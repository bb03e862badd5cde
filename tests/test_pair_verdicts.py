"""Pair verdicts as every output shows them: the terminal matrix with its IRp code and legend, the JSON pairs
(keys only ever added), the tally, and the report's pair grid.  The chemistry behind the verdicts is held in
tests/test_spectroscopy.py; here the outputs are held to one another."""

from collections import Counter

from enumerator.analyses.stretch import StretchAnalysis
from enumerator.render.report import pair_grid_html
from enumerator.render.sections import pair_matrix_text
from enumerator.workflow.pipeline import analyse


def test_json_pairs_keep_their_keys_and_add_the_pattern_tier():
    # JSON keys are only ever added (README, JSON schema)
    doc = analyse("[RuCl2(CO)2(PPh3)2]").to_dict()
    for p in doc["pairs"]:
        assert list(p)[:6] == ["a", "b", "ir_distinct", "raman_distinct", "nmr_distinct", "cheapest"]
        assert {"ir_bond_dipole_distinct", "ir_pattern_distinct", "cheapest_qualifier"} <= set(p)
        assert p["cheapest_qualifier"] in (None, "counts", "pattern")
        assert (p["cheapest"] is None) == (p["cheapest_qualifier"] is None)
    assert "pair_verdict_rule" in doc and "pair_pattern_status" in doc


def test_matrix_cells_are_the_pair_codes():
    a = analyse("[RuCl2(CO)2(PPh3)2]").analysis(StretchAnalysis)
    text = pair_matrix_text(a)
    rows = {line.split()[0]: line.split()[1:] for line in text.splitlines()[1:7]}
    ids = list(a.ids)
    for p in a.pairs():
        assert rows[p.a][ids.index(p.b)] == p.code and rows[p.b][ids.index(p.a)] == p.code
    assert "IRp = IR told apart by the band pattern" in text
    assert "IR counts differ only by bands predicted weak: 2/5" in text


def test_tally_counts_the_pattern_tier():
    a = analyse("[RuCl2(CO)2(PPh3)2]").analysis(StretchAnalysis)
    assert a.pair_tally() == dict(sorted(Counter(p.tally_key for p in a.pairs()).items()))
    assert set(a.pair_tally()) <= {"IR", "IR (pattern)", "Raman", "NMR", "--", "en"}


def test_report_grid_names_the_pattern_tier_and_drops_weak_only_counts():
    doc = analyse("[RuCl2(CO)2(PPh3)2]").to_dict()
    html = pair_grid_html([i["id"] for i in doc["isomers"]], doc["pairs"])
    assert "IR (pattern)" in html
    # 2/5: IR counts differ only by the predicted-weak A1, so the grid names Raman (and NMR if it differs), not IR
    p25 = next(p for p in doc["pairs"] if (p["a"], p["b"]) == ("2", "5"))
    cell = html.split("<tr><th>2</th>", 1)[1].split("</tr>", 1)[0].split("<td")[6]
    assert p25["ir_distinct"] and not p25["ir_bond_dipole_distinct"]
    assert "Raman" in cell and "IR" not in cell.replace("IR (pattern)", "")
    # an older document without the new keys still reads as before
    old = [{"a": "1", "b": "2", "ir_distinct": True, "raman_distinct": False, "nmr_distinct": False}]
    assert ">IR<" in pair_grid_html(["1", "2"], old)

+-------+

**Exercise objective:**
All of the material should be duplicated exactly.

**Answer space:**
repository bb03e862badd5cde
filename tests/test_pair_verdicts.py
"""Pair verdicts as every output shows them: the terminal matrix with its IRp code and legend, the JSON pairs
(keys only ever added), the tally, and the report's pair grid.  The chemistry behind the verdicts is held in
tests/test_spectroscopy.py; here the outputs are held to one another."""

from collections import Counter

from enumerator.analyses.stretch import StretchAnalysis
from enumerator.render.report import pair_grid_html
from enumerator.render.sections import pair_matrix_text
from enumerator.workflow.pipeline import analyse


def test_json_pairs_keep_their_keys_and_add_the_pattern_tier():
    # JSON keys are only ever added (README, JSON schema)
    doc = analyse("[RuCl2(CO)2(PPh3)2]").to_dict()
    for p in doc["pairs"]:
        assert list(p)[:6] == ["a", "b", "ir_distinct", "raman_distinct", "nmr_distinct", "cheapest"]
        assert {"ir_bond_dipole_distinct", "ir_pattern_distinct", "cheapest_qualifier"} <= set(p)
        assert p["cheapest_qualifier"] in (None, "counts", "pattern")
        assert (p["cheapest"] is None) == (p["cheapest_qualifier"] is None)
    assert "pair_verdict_rule" in doc and "pair_pattern_status" in doc


def test_matrix_cells_are_the_pair_codes():
    a = analyse("[RuCl2(CO)2(PPh3)2]").analysis(StretchAnalysis)
    text = pair_matrix_text(a)
    rows = {line.split()[0]: line.split()[1:] for line in text.splitlines()[1:7]}
    ids = list(a.ids)
    for p in a.pairs():
        assert rows[p.a][ids.index(p.b)] == p.code and rows[p.b][ids.index(p.a)] == p.code
    assert "IRp = IR told apart by the band pattern" in text
    assert "IR counts differ only by bands predicted weak: 2/5" in text


def test_tally_counts_the_pattern_tier():
    a = analyse("[RuCl2(CO)2(PPh3)2]").analysis(StretchAnalysis)
    assert a.pair_tally() == dict(sorted(Counter(p.tally_key for p in a.pairs()).items()))
    assert set(a.pair_tally()) <= {"IR", "IR (pattern)", "Raman", "NMR", "--", "en"}


def test_report_grid_names_the_pattern_tier_and_drops_weak_only_counts():
    doc = analyse("[RuCl2(CO)2(PPh3)2]").to_dict()
    html = pair_grid_html([i["id"] for i in doc["isomers"]], doc["pairs"])
    assert "IR (pattern)" in html
    # 2/5: IR counts differ only by the predicted-weak A1, so the grid names Raman (and NMR if it differs), not IR
    p25 = next(p for p in doc["pairs"] if (p["a"], p["b"]) == ("2", "5"))
    cell = html.split("<tr><th>2</th>", 1)[1].split("</tr>", 1)[0].split("<td")[6]
    assert p25["ir_distinct"] and not p25["ir_bond_dipole_distinct"]
    assert "Raman" in cell and "IR" not in cell.replace("IR (pattern)", "")
    # an older document without the new keys still reads as before
    old = [{"a": "1", "b": "2", "ir_distinct": True, "raman_distinct": False, "nmr_distinct": False}]
    assert ">IR<" in pair_grid_html(["1", "2"], old)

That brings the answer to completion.